Dubbed DeepStereo, Google's new algorithm will make it possible to simulate the exploration of foreign landscapes in a seamless series of images. Intended for use in conjunction with Street View, the algorithm is capable of synthetically producing images to complete gaps between a sequence of pictures captured by Google's cameras.

Thereby, DeepStereo aims to correct the jagged animation that would likely ensue when opting to create your own virtual traveling movies using nontraditional stop motion techniques. Without Google's new algorithm, running a string of these photographs in the standard 24 frames per second wouldn't appear fluently enough to seem authentic, according to MIT Technology Review.

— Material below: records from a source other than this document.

"""The SF_ functions in a real LibreOffice Calc (headless), with the extension built from this
checkout: every registry example against the Python call, the wizard's texts against the
registry, recalculation, error cells, messages, tables as array formulas, saving and reloading
as .ods and .xlsx, and workbooks moving between Excel's and Calc's formula form.

The reference is the Python call through the harness, which tests/worksheet/test_xlwings_real.py
checks against xlwings' own code: numbers equal to a relative 1e-15 (issue 11), text equal.
Each LibreOffice start costs about a second, so one job runs many steps.
"""

from __future__ import annotations

import zipfile
from pathlib import Path

import openpyxl
import pytest
from openpyxl.worksheet.formula import ArrayFormula

from sheetfuncs.cli.commands import main
from sheetfuncs.udfs import REGISTRY
from sheetfuncs.worksheet import harness
from sheetfuncs.worksheet.calc.check import Example, compare, example_job, examples
from sheetfuncs.worksheet.calc.names import stored_name
from sheetfuncs.worksheet.calc.office import run_job
from sheetfuncs.worksheet.functions import EXAMPLE_SHEET

@pytest.fixture(scope="module")
def calc(calc_office):
    return calc_office


@pytest.fixture(scope="module")
def live(calc, tmp_path_factory):
    """One Calc run: every example, the wizard, the extra checks, and the saved files."""
    office, profile = calc
    out = tmp_path_factory.mktemp("calc-live")
    chosen = examples()
    steps = example_job(chosen) + [{"op": "wizard", "key": "wizard"}]
    steps += [
        {"op": "sheet", "name": "extra", "index": 0},
        {"op": "cells", "at": "A1", "rows": [list(r) for r in EXAMPLE_SHEET]},
        {"op": "formula", "at": "F1", "formula": "=SF_P(A1:C7)"},
        {"op": "formula", "at": "F2", "formula": "=SF_P(A1:C9)"},
        {"op": "formula", "at": "F3", "formula": "=SF_P(A1:C7;\"long\")"},
        {"op": "array", "at": "F5:G6", "formula": "=SF_TABLE(A1:C7;\"sideways\")"},
        {"op": "formula", "at": "F8", "formula": "=SF_F(A1:C7;;TRUE())"},
        {"op": "formula", "at": "F9", "formula": "=SF_P(A1:A10)"},
        {"op": "formula", "at": "B9", "formula": "=NA()"},
        {"op": "formula", "at": "A10", "formula": "=DATE(2026;12;3)"},
        {"op": "recalc"},
        {"op": "read", "at": "F1:F9", "key": "before"},
        {"op": "value", "at": "A2", "value": 1.62},
        {"op": "read", "at": "F1", "key": "after"},
        {"op": "formula", "at": "B9", "formula": "=SQRT(-1)"},
        {"op": "read", "at": "F2", "key": "calc_error"},
        {"op": "save", "path": str(out / "saved.ods"), "filter": "calc8"},
        {"op": "save", "path": str(out / "saved.xlsx"), "filter": "Calc MS Excel 2007 XML"},
    ]
    return chosen, run_job(office, steps, profile), out


def test_every_registry_example_equals_the_python_call(live) -> None:
    chosen, read, _ = live
    problems = [p for ex in chosen for p in compare(ex, read[ex.name])]
    assert len(chosen) == len(REGISTRY)
    assert problems == []
    cells = sum(ex.shape[0] * ex.shape[1] for ex in chosen)
    print(f"\n{len(chosen)} registry examples computed in headless Calc ({cells} cells) equal the Python call")


def test_the_comparison_can_fail() -> None:
    ex = Example("SF_P", EXAMPLE_SHEET, "=SF_P(A1:C7)", 0.5)
    assert compare(ex, {"values": [[0.5 * (1 + 3e-15)]], "errors": [[0]]})
    assert compare(ex, {"values": [[0.5]], "errors": [[504]]}) == ["SF_P row 1 column 1: Calc shows Err:504, Python 0.5"]
    assert compare(ex, {"values": [[0.5 * (1 + 1e-16)]], "errors": [[0]]}) == []


def test_wizard_texts_equal_the_registry(live) -> None:
    _, read, _ = live
    wizard = read["wizard"]
    assert sorted(wizard) == sorted(REGISTRY)
    for name, rec in REGISTRY.items():
        shown = wizard[name]
        assert shown["description"] == rec.description, name
        assert [a[0] for a in shown["arguments"]] == [a.name for a in rec.args], name
        assert [a[1] for a in shown["arguments"]] == [a.dialog_text for a in rec.args], name


def test_recalculation_after_a_data_cell_changes(live) -> None:
    _, read, _ = live
    sheet = [list(r) for r in EXAMPLE_SHEET]
    sheet[1][0] = 1.62
    assert read["before"]["values"][0][0] == harness.call("SF_P", [list(r) for r in EXAMPLE_SHEET])
    assert read["after"]["values"][0][0] == harness.call("SF_P", sheet)
    assert read["after"]["values"][0][0] != read["before"]["values"][0][0]


def test_error_cells_are_named_not_hidden(live) -> None:
    _, read, _ = live
    values = [row[0] for row in read["before"]["values"]]
    assert values[1] == "sheetfuncs: the data hold the error #N/A at row 9, column 2 of the range; fix or clear that cell"
    assert read["calc_error"]["values"][0][0] == (
        "sheetfuncs: the data hold the error Err:502 at row 9, column 2 of the range; fix or clear that cell")


def test_messages_and_options_arrive_as_in_excel(live) -> None:
    _, read, _ = live
    values = [row[0] for row in read["before"]["values"]]
    data = [list(r) for r in EXAMPLE_SHEET]
    assert values[2] == harness.call("SF_P", data, "long")  # a message, one line
    assert harness.is_message(values[2])
    assert values[4] == harness.call("SF_TABLE", data, "sideways")  # a table function's message
    assert values[7] == harness.call("SF_F", data, harness.MISSING, True)  # TRUE() is 1 in Calc
    assert values[8].startswith("sheetfuncs: a date at row 10, column 1 of the range")


def _reload(calc, path: Path, at: str = "AA1:AF4", sheet: str = "SF_TABLE") -> dict:
    office, profile = calc
    steps = [{"op": "load", "path": str(path)}, {"op": "recalc"},
             {"op": "read", "sheet": sheet, "at": at, "key": "table"},
             {"op": "read", "sheet": "SF_P", "at": "AA1", "key": "p"}]
    return run_job(office, steps, profile)


@pytest.mark.parametrize("kind", ["ods", "xlsx"])
def test_saved_files_reload_and_recalculate(calc, live, kind) -> None:
    chosen, _, out = live
    read = _reload(calc, out / f"saved.{kind}")
    by_name = {ex.name: ex for ex in chosen}
    assert compare(by_name["SF_TABLE"], read["table"]) == []
    assert compare(by_name["SF_P"], read["p"]) == []
    assert read["p"]["formulas"][0][0] == "=" + stored_name("SF_P") + "(A1:C7)"


def test_an_excel_workbook_calculates_in_calc_after_convert(calc, tmp_path) -> None:
    """An .xlsx as Excel with xlwings saves it (plain SF_ names, a table as an array formula)."""
    wb = openpyxl.Workbook()
    ws = wb.active
    ws.title = "Torque"
    for row in EXAMPLE_SHEET:
        ws.append(list(row))
    ws["F1"] = "=SF_P(A1:C7)"
    ws["F3"] = ArrayFormula("F3:K6", "=SF_TABLE(A1:C7)")
    excel = tmp_path / "from-excel.xlsx"
    wb.save(excel)
    office, profile = calc
    plain = run_job(office, [{"op": "load", "path": str(excel)}, {"op": "recalc"},
                             {"op": "read", "at": "F1", "key": "p"}], profile)
    assert plain["p"]["errors"][0][0] == 525  # #NAME?: Calc 7.4 does not map plain SF_ names
    for argv in (["calc", "convert", str(excel), "-o", str(tmp_path / "for-calc.xlsx"), "--to", "calc"],):
        assert main(argv) == 0
    read = run_job(office, [{"op": "load", "path": str(tmp_path / "for-calc.xlsx")}, {"op": "recalc"},
                            {"op": "read", "at": "F1", "key": "p"},
                            {"op": "read", "at": "F3:K6", "key": "table"}], profile)
    data = [list(r) for r in EXAMPLE_SHEET]
    assert read["p"]["values"][0][0] == harness.call("SF_P", data)
    ex = Example("SF_TABLE", EXAMPLE_SHEET, "", harness.call("SF_TABLE", data))
    assert compare(ex, read["table"]) == []


def test_a_calc_workbook_goes_back_to_the_excel_form(live, tmp_path) -> None:
    _, _, out = live
    back = tmp_path / "for-excel.xlsx"
    assert main(["calc", "convert", str(out / "saved.xlsx"), "-o", str(back), "--to", "excel"]) == 0
    with zipfile.ZipFile(out / "saved.xlsx") as src, zipfile.ZipFile(back) as dst:
        texts = [dst.read(n).decode() for n in dst.namelist() if n.startswith("xl/worksheets/sheet")]
        assert [n for n in src.namelist()] == dst.namelist()
    joined = "".join(texts)
    assert "ORG.SHEETFUNCS" not in joined
    assert ">SF_P(A1:C7)</f>" in joined
    assert 'SF_TABLE(A1:C7,,,&quot;Capping head&quot;)</f>' in joined or \
        "SF_TABLE(A1:C7,,,\"Capping head\")</f>" in joined


def test_calc_check_passes(calc, capsys) -> None:
    _, profile = calc
    assert main(["calc", "check", "--profile", str(profile)]) == 0
    said = capsys.readouterr().out
    assert "SF_P(A1:C7): 1 cell in Calc, equal to the Python call" in said
    assert "check passed" in said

Now, however, thanks to John Flynn and his team of engineers over at Google, the problem of how to fill these pictorial voids has been solved. By examining the frames on either side of a select Street View image compilation, DeepStereo can successfully manufacture the missing pieces, prompting fluid video footage from practically any sequence.

It's a problem computer scientists have been attempting to resolve for decades, with many engineers failing due to the image tearing caused by a lack of information needed to generate the absent visual detail. DeepStereo, on the other hand, ascertains the depth and color of each pixel in an artificially produced image by analyzing that of the previous and subsequent images in a series. On the downside, creating a single image in this process takes approximately 12 minutes, even with the aid of a multicore processor.

Impressive technology, but there's still a long way to go as far as optimization is concerned to make it viable to the everyday user.